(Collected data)
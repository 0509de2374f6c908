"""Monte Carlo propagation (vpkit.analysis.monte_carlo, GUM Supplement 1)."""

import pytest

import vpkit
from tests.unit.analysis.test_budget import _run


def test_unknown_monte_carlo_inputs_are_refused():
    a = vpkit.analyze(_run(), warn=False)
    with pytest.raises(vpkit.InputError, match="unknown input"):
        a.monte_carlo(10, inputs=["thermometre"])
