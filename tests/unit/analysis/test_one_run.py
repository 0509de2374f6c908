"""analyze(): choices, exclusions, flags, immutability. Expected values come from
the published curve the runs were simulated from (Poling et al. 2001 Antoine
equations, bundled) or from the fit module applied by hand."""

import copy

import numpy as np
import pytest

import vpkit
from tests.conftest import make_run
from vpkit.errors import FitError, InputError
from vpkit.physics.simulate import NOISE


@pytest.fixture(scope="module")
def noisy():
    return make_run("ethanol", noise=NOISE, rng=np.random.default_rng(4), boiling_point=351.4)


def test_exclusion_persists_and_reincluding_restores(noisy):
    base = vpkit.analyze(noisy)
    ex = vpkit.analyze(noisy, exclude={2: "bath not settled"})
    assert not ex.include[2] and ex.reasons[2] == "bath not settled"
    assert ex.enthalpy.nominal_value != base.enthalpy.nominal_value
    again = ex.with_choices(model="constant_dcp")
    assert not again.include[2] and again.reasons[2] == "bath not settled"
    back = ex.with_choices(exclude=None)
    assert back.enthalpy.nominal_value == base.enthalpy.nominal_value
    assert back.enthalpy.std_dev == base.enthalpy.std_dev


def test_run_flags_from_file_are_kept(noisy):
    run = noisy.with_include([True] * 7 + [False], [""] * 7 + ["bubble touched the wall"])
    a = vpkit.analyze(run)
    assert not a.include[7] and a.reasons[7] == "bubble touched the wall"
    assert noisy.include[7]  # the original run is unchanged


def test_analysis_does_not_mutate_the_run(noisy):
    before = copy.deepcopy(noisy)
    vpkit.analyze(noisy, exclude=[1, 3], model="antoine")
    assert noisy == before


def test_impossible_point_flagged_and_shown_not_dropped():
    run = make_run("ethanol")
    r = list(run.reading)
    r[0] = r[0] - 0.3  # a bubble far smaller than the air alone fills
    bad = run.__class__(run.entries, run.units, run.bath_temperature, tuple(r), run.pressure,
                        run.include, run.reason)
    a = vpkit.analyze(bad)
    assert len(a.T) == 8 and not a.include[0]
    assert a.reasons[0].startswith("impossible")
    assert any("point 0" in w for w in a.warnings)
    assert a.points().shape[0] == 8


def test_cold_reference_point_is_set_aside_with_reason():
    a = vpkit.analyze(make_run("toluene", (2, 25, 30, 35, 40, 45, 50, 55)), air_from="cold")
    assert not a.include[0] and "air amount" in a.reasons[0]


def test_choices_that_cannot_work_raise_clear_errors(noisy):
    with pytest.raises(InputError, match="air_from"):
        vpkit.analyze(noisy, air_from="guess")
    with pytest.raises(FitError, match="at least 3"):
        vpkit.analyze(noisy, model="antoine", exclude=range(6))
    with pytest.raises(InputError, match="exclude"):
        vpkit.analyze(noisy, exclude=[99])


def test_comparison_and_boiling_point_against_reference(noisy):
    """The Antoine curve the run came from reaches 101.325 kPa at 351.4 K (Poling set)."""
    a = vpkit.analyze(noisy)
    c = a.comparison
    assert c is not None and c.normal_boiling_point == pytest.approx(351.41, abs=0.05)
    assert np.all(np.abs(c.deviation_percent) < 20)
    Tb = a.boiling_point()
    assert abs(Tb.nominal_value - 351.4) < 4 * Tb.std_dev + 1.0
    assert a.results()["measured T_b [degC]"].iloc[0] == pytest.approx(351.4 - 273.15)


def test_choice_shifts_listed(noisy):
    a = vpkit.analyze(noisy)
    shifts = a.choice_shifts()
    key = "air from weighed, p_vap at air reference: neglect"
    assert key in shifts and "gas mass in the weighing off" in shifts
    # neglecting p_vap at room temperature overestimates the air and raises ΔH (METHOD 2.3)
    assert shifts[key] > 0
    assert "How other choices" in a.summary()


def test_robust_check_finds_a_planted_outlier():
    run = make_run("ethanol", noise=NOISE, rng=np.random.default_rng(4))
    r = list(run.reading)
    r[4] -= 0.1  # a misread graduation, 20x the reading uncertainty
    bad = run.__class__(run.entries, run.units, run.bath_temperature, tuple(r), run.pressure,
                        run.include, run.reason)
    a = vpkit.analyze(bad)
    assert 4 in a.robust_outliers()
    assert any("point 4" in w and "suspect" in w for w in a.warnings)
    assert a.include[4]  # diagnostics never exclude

**What you have to do:** Write out exactly the lines that begin at the one containing "assert shifts[key] > 0" and continue through the last line of the data, and only those.

**Result of the exercise:**
    assert shifts[key] > 0
    assert "How other choices" in a.summary()


def test_robust_check_finds_a_planted_outlier():
    run = make_run("ethanol", noise=NOISE, rng=np.random.default_rng(4))
    r = list(run.reading)
    r[4] -= 0.1  # a misread graduation, 20x the reading uncertainty
    bad = run.__class__(run.entries, run.units, run.bath_temperature, tuple(r), run.pressure,
                        run.include, run.reason)
    a = vpkit.analyze(bad)
    assert 4 in a.robust_outliers()
    assert any("point 4" in w and "suspect" in w for w in a.warnings)
    assert a.include[4]  # diagnostics never exclude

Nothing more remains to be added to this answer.